Because predictability of distribution is determined between exactly two sounds, i will have only two values, that is, each of the two sounds. Because of this limitation to two sounds, entropy will range in these situations between 0 and 1. An entropy of 0 means that there is 0 uncertainty about which of the two sounds will occur; i.e., they are perfectly predictably distributed (commonly associated with being allophonic). This will happen when one of the two sounds has a probability of 1 and the other has a probability of 0. On the other hand, an entropy of 1 means that there is complete uncertainty about which of the two sounds will occur; i.e., they are in perfectly overlapping distribution (what might be termed “perfect” contrast). This will happen when each of the two sounds has a probability of 0.5.

Predictability of distribution can be calculated both within an individual environment and across all environments in the language; these two calculations are discussed in turn.
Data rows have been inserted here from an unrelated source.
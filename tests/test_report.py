"""The PDF report: contents, special characters, fonts, atomic writing, rendering.

Checked with pypdf (text and font resources) and, where installed, pdftoppm.
"""

from __future__ import annotations

import json
import shutil
import subprocess
from pathlib import Path

import numpy as np
import pytest
from pypdf import PdfReader

from tests.case_factory import write_case
from thist import cautions, load_case, run_case
from thist.cli import main
from thist.report import figures, write_report
from thist.report.styles import fmt
from thist.verification import Outcome, Problem, run_problems

TITLE = 'Tower <A> & "Ünïcødé" Ω – test'


def _norm(text: str) -> str:
    return " ".join(text.split())


@pytest.fixture(scope="module")
def run_report(tmp_path_factory):
    """`thist run` on a five-story case whose title has <, & and non-ASCII characters."""
    folder = tmp_path_factory.mktemp("report")
    case_path = write_case(folder, title=TITLE, methods=("newmark-average", "exact"), duration=6.0)
    out = folder / "out"
    assert main(["run", str(case_path), "-o", str(out)]) == 0
    reader = PdfReader(out / "report.pdf")
    pages = [p.extract_text() for p in reader.pages]
    data = json.loads((out / "results.json").read_text())
    return {"out": out, "reader": reader, "pages": pages, "data": data, "case": case_path}


def test_report_written_beside_results(run_report):
    assert (run_report["out"] / "report.pdf").is_file()
    assert (run_report["out"] / "results.json").is_file()


def test_title_with_special_characters_survives_on_every_page(run_report):
    """Escaped, not interpreted: <A>, & and non-ASCII text read back unchanged."""
    pages = run_report["pages"]
    assert TITLE in _norm(pages[0])
    n = len(pages)
    for i, text in enumerate(pages, start=1):
        assert f"page {i} of {n}" in text
        assert 'Tower <A> & "Ünïcødé"' in text  # the running head on every page


def test_cautions_status_and_sections_in_order(run_report):
    text = _norm(" ".join(run_report["pages"]))
    for caution in cautions.FULL:
        assert _norm(caution) in text
    assert cautions.STATUS in text
    heads = ["2. Scope and assumptions", "3. Model", "4. Modes", "5. Record",
             "6. Analysis settings and checks", "7. Results", "8. Figures", "10. Cautions",
             "11. Appendix"]  # fmt: skip
    positions = [text.index(h) for h in heads]
    assert positions == sorted(positions)
    assert "9. Comparison" not in text  # run, not compare


def test_method_names_and_peak_values_as_in_results_json(run_report):
    """Peaks of results.json, in display units, appear formatted as in the tables."""
    text = _norm(" ".join(run_report["pages"]))
    case = load_case(run_report["case"])
    du = case.display
    for m in run_report["data"]["methods"]:
        assert m["label"] in text
        pk = m["peaks"]
        roof = du.show(pk["displacement"]["values"][-1], "length")
        shear = du.show(pk["base_shear"]["values"], "force")
        drift = max(pk["drift_ratio"]["values"], key=abs)
        acc = du.show(pk["absolute_acceleration"]["values"][-1], "acceleration")
        for value in (roof, shear, drift, acc):
            assert fmt(value) in text, (m["label"], value)
        assert f"{m['energy']['balance_error']:.2e}" in text


def test_drift_column_reads_no_limit_given_without_a_user_limit(run_report):
    text = _norm(" ".join(run_report["pages"]))
    assert "no limit given" in text
    assert "within the limit" not in text


def test_appendix_echoes_case_and_versions_and_verification(run_report):
    text = _norm(" ".join(run_report["pages"]))
    assert "drift_ratio_limit" not in text  # this case has none: echo is verbatim
    assert 'methods = ["newmark-average", "exact"]' in text
    for name in ("python", "numpy", "scipy", "thist"):
        assert name in text
    assert "Verification summary" in text and "benchmark problems pass" in text


def test_fonts_are_embedded_truetype(run_report):
    """Every font used is an embedded TrueType subset (no unembedded base-14 font)."""
    seen = 0
    for page in run_report["reader"].pages:
        fonts = page["/Resources"].get("/Font", {})
        for ref in fonts.values():
            font = ref.get_object()
            if font.get("/Subtype") == "/Type0":
                font = font["/DescendantFonts"][0].get_object()
            desc = font["/FontDescriptor"].get_object()
            assert "/FontFile2" in desc, font.get("/BaseFont")
            seen += 1
    assert seen > 0


def _render(pdf: Path, page: int, tmp: Path) -> np.ndarray:
    from matplotlib.image import imread

    stem = tmp / f"p{page}"
    subprocess.run(
        ["pdftoppm", "-r", "40", "-png", "-f", str(page), "-l", str(page), "-singlefile",
         str(pdf), str(stem)],
        check=True,
    )  # fmt: skip
    return imread(str(stem) + ".png")


@pytest.mark.skipif(shutil.which("pdftoppm") is None, reason="pdftoppm not installed")
def test_page_one_and_results_page_render_not_blank(run_report, tmp_path):
    pages = run_report["pages"]
    results_page = next(i for i, t in enumerate(pages, start=1) if "7. Results" in t)
    for page in (1, results_page):
        img = _render(run_report["out"] / "report.pdf", page, tmp_path)
        dark = np.mean(img[..., :3].mean(axis=-1) < 0.8)
        assert dark > 0.01, page  # text and rules cover more than 1 % of the page


def test_failure_while_writing_keeps_previous_report_and_leaves_no_partial(tmp_path, monkeypatch):
    """A failure during the build leaves the previous report byte for byte, no temp file."""
    case = load_case(write_case(tmp_path / "c", duration=3.0))
    result = run_case(case)
    target = tmp_path / "out" / "report.pdf"
    target.parent.mkdir()
    target.write_bytes(b"%PDF previous good report")
    outcomes = run_problems()

    def broken(*args, **kwargs):
        raise RuntimeError("disk full while drawing")

    monkeypatch.setattr(figures, "energy_figure", broken)
    with pytest.raises(RuntimeError):
        write_report(target, result, verification=outcomes)
    assert target.read_bytes() == b"%PDF previous good report"
    assert sorted(p.name for p in target.parent.iterdir()) == ["report.pdf"]


def test_user_drift_limit_and_its_basis_are_shown(tmp_path):
    """With a limit in the case file the column checks against it and the basis is quoted."""
    case = load_case(
        write_case(tmp_path / "c", duration=3.0, drift_limit=(0.0001, "basis <code> & class"))
    )
    result = run_case(case)
    fake = (Outcome(Problem("k", "t", "s", "r", "e", 1.0, "b", lambda: 0.0), 0.0, True, 0.0),)
    path = write_report(tmp_path / "r.pdf", result, verification=fake)
    text = _norm(" ".join(p.extract_text() for p in PdfReader(path).pages))
    assert "EXCEEDS the limit" in text
    assert "basis <code> & class" in text
    assert "no limit given" not in text


def test_verify_command_writes_one_page_and_fails_on_a_failing_problem(tmp_path, monkeypatch):
    """`thist verify -o DIR`: one-page summary; exit 1 when any problem fails."""
    import thist.verification.problems as problems

    ok = Problem("ok", "passes", "src", "ref", "err", 1e-6, "why", lambda: 1e-9)
    bad = Problem("bad", "fails", "src", "ref", "err", 1e-6, "why", lambda: 1.0)
    monkeypatch.setattr(problems, "PROBLEMS", (ok, bad))
    assert main(["verify", "-o", str(tmp_path)]) == 1
    reader = PdfReader(tmp_path / "verification.pdf")
    assert len(reader.pages) == 1
    text = reader.pages[0].extract_text()
    assert "FAIL" in text and "passes" in text
    monkeypatch.setattr(problems, "PROBLEMS", (ok,))
    assert main(["verify", "-o", str(tmp_path)]) == 0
Predictability of Distribution in a Single Environment

For any particular environment (e.g., word-initially; between vowels; before a [+ATR] vowel with any number of intervening consonants; etc.), one can calculate the probability that each of two sounds can occur. This probability can be calculated using either types or tokens, just as was the case with functional load. Consider the following toy data, which is again repeated from the examples of functional load, though just the original distribution of sounds.

Word Original
Trans. Type Freq. Token Freq.
hot [hɑt] 1 2
song [sɑŋ] 1 4
hat [hæt] 1 1
sing [sɪŋ] 1 6
tot [tɑt] 1 3
dot [dɑt] 1 5
hip [hɪp] 1 2
hid [hɪd] 1 7
team [tim] 1 5
deem [dim] 1 5
toot [tut] 1 9
dude [dud] 1 2
hiss [hɪs] 1 3
his [hɪz] 1 5
sizzle [sɪzəl] 1 4
dizzy [dɪzi] 1 3
tizzy [tɪzi] 1 4
Total 17 70

Consider the distribution of [h] and [ŋ], word-initially. In this environment, [h] occurs in 6 separate words, with a total token frequency of 20. [ŋ] occurs in 0 words, with, of course, a token frequency of 0. The probability of [h] occurring in this position as compared to [ŋ], then, is 6/6 based on types, or 20/20 based on tokens. The entropy of this pair of sounds in this context, then, is:

\(H_{types/tokens} = -[1 log_{2}(1) + 0 log_{2} (0)] = 0\)

Similar results would obtain for [h] and [ŋ] in word-final position, except of course that it’s [ŋ] and not [h] that can appear in this environment.

For [t] and [d] word-initially, [t] occurs 4 words in this environment, with a total token frequency of 21, and [d] also occurs in 4 words, with a total token frequency of 15. Thus, the probability of [t] in this environment is 4/8, counting types, or 21/36, counting tokens, and the probability of [d] in this environment is 4/8, counting types, or 15/36, counting tokens. The entropy of this pair of sounds is therefore:

\(H_{types} = -[(\frac{4}{8} log_{2}(\frac{4}{8})) + (\frac{4}{8} log_{2}(\frac{4}{8}))] = 1\)

\(H_{types} = -[(\frac{21}{36} log_{2}(\frac{21}{36})) + (\frac{15}{36} log_{2}(\frac{15}{36}))] = 0.98\)

In terms of what environment(s) are interesting to examine, that is of course up to individual researchers. As mentioned in the preface to Predictability of Distribution, these functions are just tools. It would be just as possible to calculate the entropy of [t] and [d] in word-initial environments before [ɑ], separately from word-initial environments before [u]. Or one could calculate the entropy of [t] and [d] that occur anywhere in a word before a bilabial nasal...etc., etc. The choice of environment should be phonologically informed, using all of the resources that have traditionally been used to identify conditioning environments of interest. See also the caveats in the following section that apply when one is calculating systemic entropy across multiple environments.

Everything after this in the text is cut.